Repeated similar panics on -STABLE

Sun Apr 20 01:16:29 PDT 2003

On 20 Apr, Dmitry Sivachenko wrote:
> On Sat, Apr 19, 2003 at 03:15:20PM -0700, Don Lewis wrote:
>> Dmitry,
>> 
>> If you still have the core and kernel files, I'd appreciate it if you
>> could point gdb at them and print the following stuff from the malloc()
>> stack frame.
>> 
>> 	indx
>> 	&bucket[0]
>> 	kbp
>> 	*kpb
>> 	allocsize
>> 	npg
>> 	cp
>> 	freep
>> 	*freep
>> 	va
>> 
> 
> In backtrace I posted malloc was called twice.  Since I am not sure
> which one you are interested in, I am sending these values for both.

The second one, which is where the first trap occurred.

> (kgdb) up 6
> #6  0xc015daff in malloc (size=128, type=0xc02aca60, flags=2)
>     at /mnt/se3/releng_4/src/sys/kern/kern_malloc.c:243
> 243             va = kbp->kb_next;
> (kgdb) p indx
> $1 = 7
> (kgdb) p &bucket[0]
> $2 = (struct kmembuckets *) 0xc02bcee0
> (kgdb) p kbp
> $3 = (struct kmembuckets *) 0x5cdd8000
> (kgdb) p *kpb

> No symbol "kpb" in current context.
> (kgdb) p *kbp
> Cannot access memory at address 0x5cdd8000.
> (kgdb) p allocsize
> $4 = -730301488
> (kgdb) p npg
> $5 = 0
> (kgdb) p cp
> $6 = 0x0
> (kgdb) p freep
> $7 = (struct freelist *) 0x0
> (kgdb) p va
> $8 = 0x5cdd8000 <Address 0x5cdd8000 out of bounds>
> (kgdb)
> 
> 
> (kgdb) up 16
> #22 0xc015daff in malloc (size=72, type=0xc029fee0, flags=0)
>     at /mnt/se3/releng_4/src/sys/kern/kern_malloc.c:243
> 243             va = kbp->kb_next;
> (kgdb) p indx
> $9 = 7
> (kgdb) p &bucket[0]
> $10 = (struct kmembuckets *) 0xc02bcee0
> (kgdb) p kbp
> $11 = (struct kmembuckets *) 0x5cdd8000

That's not good ... if index is 7, and sizeof struct kmembuckets is 36,
I believe that
	kbp = &bucket[indx];
should assign 0xc02bcfdc to kbp.  It looks like kbp might be getting
stomped on somehow.

> (kgdb) p *kbp
> Cannot access memory at address 0x5cdd8000.

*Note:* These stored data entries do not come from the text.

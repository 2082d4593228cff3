/**
 * Poles of a monic denominator for partial fractions: findRoots' groups, checked against the coefficients.
 * The check catches a pole set that does not multiply back to the denominator (an ill-conditioned cluster
 * the root finder could not resolve), which is then reported as not converged rather than used silently.
 */
import type { Root } from '../types.ts';
import { findRoots } from '../roots/index.ts';
import { polyFromRoots } from '../poly.ts';

/**
 * Largest coefficient mismatch, relative to the largest coefficient, accepted between the denominator and the
 * product of its found poles: generous for ill-conditioned clusters, far below a lost or duplicated root.
 */
export const POLE_SET_CONSISTENCY = 1e-6;

/** Pole groups (conjugates listed) of the monic polynomial a (descending powers), and whether they are trusted. */
export function findPoleGroups(a: ArrayLike<number>): { groups: Root[]; converged: boolean } {
  const found = findRoots(a);
  return { groups: found.grouped, converged: found.converged && consistent(a, found.grouped) };
}

function consistent(a: ArrayLike<number>, groups: readonly Root[]): boolean {
  // polyFromRoots treats im > 0 as implying its conjugate, so rebuild from the upper half and the real axis.
  const rebuilt = polyFromRoots(groups.filter((g) => g.im >= 0));
  if (rebuilt.length !== a.length) return false;
  let scale = 0;
  for (let i = 0; i < a.length; i++) scale = Math.max(scale, Math.abs(a[i]!));
  for (let i = 0; i < a.length; i++)
    if (!(Math.abs(rebuilt[i]! - a[i]!) <= POLE_SET_CONSISTENCY * scale)) return false;
  return true;
}
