/**
 * Taylor coefficients of real polynomials about a complex point, by repeated synthetic division (Horner).
 * Small and not hot: used once per pole when expanding partial fractions and merging repeated poles.
 */

/**
 * First `count` Taylor coefficients of the real polynomial p (descending powers) about c = cr + i·ci:
 * p(c + t) = Σ α_j t^j. Returns [re, im] arrays of length count (zero past the degree).
 */
export function taylorAt(
  p: ArrayLike<number>,
  cr: number,
  ci: number,
  count: number,
): [Float64Array, Float64Array] {
  const n = p.length;
  const wr = Float64Array.from(p);
  const wi = new Float64Array(n);
  const outR = new Float64Array(count);
  const outI = new Float64Array(count);
  // Each pass divides by (x - c): the remainder is the next coefficient, the quotient the next input.
  for (let j = 0; j < count && j < n; j++) {
    const len = n - j;
    for (let k = 1; k < len; k++) {
      const r = wr[k - 1]! * cr - wi[k - 1]! * ci + wr[k]!;
      const i = wr[k - 1]! * ci + wi[k - 1]! * cr + wi[k]!;
      wr[k] = r;
      wi[k] = i;
    }
    outR[j] = wr[len - 1]!;
    outI[j] = wi[len - 1]!;
  }
  return [outR, outI];
}

/**
 * First `count` Taylor coefficients of Σ|p_k| x^k about the real point |c|: each bounds the size of the terms
 * summed in the matching coefficient of taylorAt, so rounding errors are measured against it.
 */
export function taylorBound(p: ArrayLike<number>, modulus: number, count: number): Float64Array {
  const abs = Float64Array.from(p, Math.abs);
  return taylorAt(abs, modulus, 0, count)[0];
}
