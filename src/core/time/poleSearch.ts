/**
 * Poles of a monic denominator for partial fractions: findRoots' groups, checked against the coefficients.
 * When the groups do not multiply back to the denominator (a root finder that lost a copy of a repeated
 * root), the eigenvalues of the companion matrix — the method of numpy.roots, via ml-matrix's Hessenberg QR —
 * are used instead. Private helper of the time-response code; to be merged with roots.ts once that is stable.
 */
import { EigenvalueDecomposition, Matrix } from 'ml-matrix';
import type { Root } from '../types.ts';
import { findRoots } from '../roots.ts';
import { polyFromRoots } from '../poly.ts';

/**
 * Largest coefficient mismatch, relative to the largest coefficient, accepted between the denominator and the
 * product of its found poles: generous for ill-conditioned clusters, far below a lost or duplicated root.
 */
export const POLE_SET_CONSISTENCY = 1e-6;

/** Pole groups (conjugates listed) of the monic polynomial a (descending powers), and whether they are trusted. */
export function findPoleGroups(a: ArrayLike<number>): { groups: Root[]; converged: boolean } {
  const found = findRoots(a);
  if (found.converged && consistent(a, found.grouped)) return { groups: found.grouped, converged: true };
  const companion = companionRoots(a);
  return { groups: companion, converged: consistent(a, companion) };
}

function consistent(a: ArrayLike<number>, groups: readonly Root[]): boolean {
  // polyFromRoots treats im > 0 as implying its conjugate, so rebuild from the upper half and the real axis.
  const rebuilt = polyFromRoots(groups.filter((g) => g.im >= 0));
  if (rebuilt.length !== a.length) return false;
  let scale = 0;
  for (let i = 0; i < a.length; i++) scale = Math.max(scale, Math.abs(a[i]!));
  for (let i = 0; i < a.length; i++)
    if (!(Math.abs(rebuilt[i]! - a[i]!) <= POLE_SET_CONSISTENCY * scale)) return false;
  return true;
}

/** Roots as eigenvalues of the companion matrix of the monic polynomial a, each with multiplicity 1. */
function companionRoots(a: ArrayLike<number>): Root[] {
  const n = a.length - 1;
  if (n < 1) return [];
  const m = Matrix.zeros(n, n);
  for (let j = 0; j < n; j++) m.set(0, j, -a[j + 1]! / a[0]!);
  for (let i = 1; i < n; i++) m.set(i, i - 1, 1);
  const eig = new EigenvalueDecomposition(m, { assumeSymmetric: false });
  return eig.realEigenvalues.map((re, i) => ({ re, im: eig.imaginaryEigenvalues[i]!, multiplicity: 1 }));
}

Yeah, kbp is pointing at a non-existent memory location.

> (kgdb) p allocsize
> $12 = -349729108
> (kgdb) p npg
> $13 = 0

Since allocsize is is garbage that doesn't show any relationship to
size, and since npg isn't consistent with either size of allocsize, it
looks to me like kbp->kb_next is initially non-NULL, so we're not
executing the "if" block.

        if (kbp->kb_next == NULL) {
                kbp->kb_last = NULL;
                if (size > MAXALLOCSAVE)
                        allocsize = roundup(size, PAGE_SIZE);
                else
                        allocsize = 1 << indx;
                npg = btoc(allocsize);
                va = (caddr_t) kmem_malloc(kmem_map, (vm_size_t)ctob(npg), flags
);

The other possibility is that these are also getting smashed somehow.

> (kgdb) p cp
> $14 = 0x0
> (kgdb) p freep
> $15 = (struct freelist *) 0x0

If we don't get into the "if" block, these will contain leftover
garbages from the stack.

> (kgdb) p va
> $16 = 0x5cdd8000 <Address 0x5cdd8000 out of bounds>

Interesting ... how does va get the same value as kbp?  Is it coming
from the
	va = (caddr_t) kmem_malloc()
assignment in the "if" block that we don't think we're executing, or the
	va = kbp->kb_next;
assignment that is causing the panic?

If kbp is pointing to a non-existent page, why does Terry's patch seem
to fix the problem for you?

I wonder if things are getting further munged after the trap occurs?
That would make it more difficult to track down the problem from the
core file.

Something else of interest to print is
	bucket[7]
bucket[7].kb_next and bucket[7].kb_last might shed some light.

Something interesting is that the fault address, and the values of va
and kbp are the same in both stack frames ...

One other question ... is your kernel compiled with INVARIANTS?  That
changes the definition of struct freelist.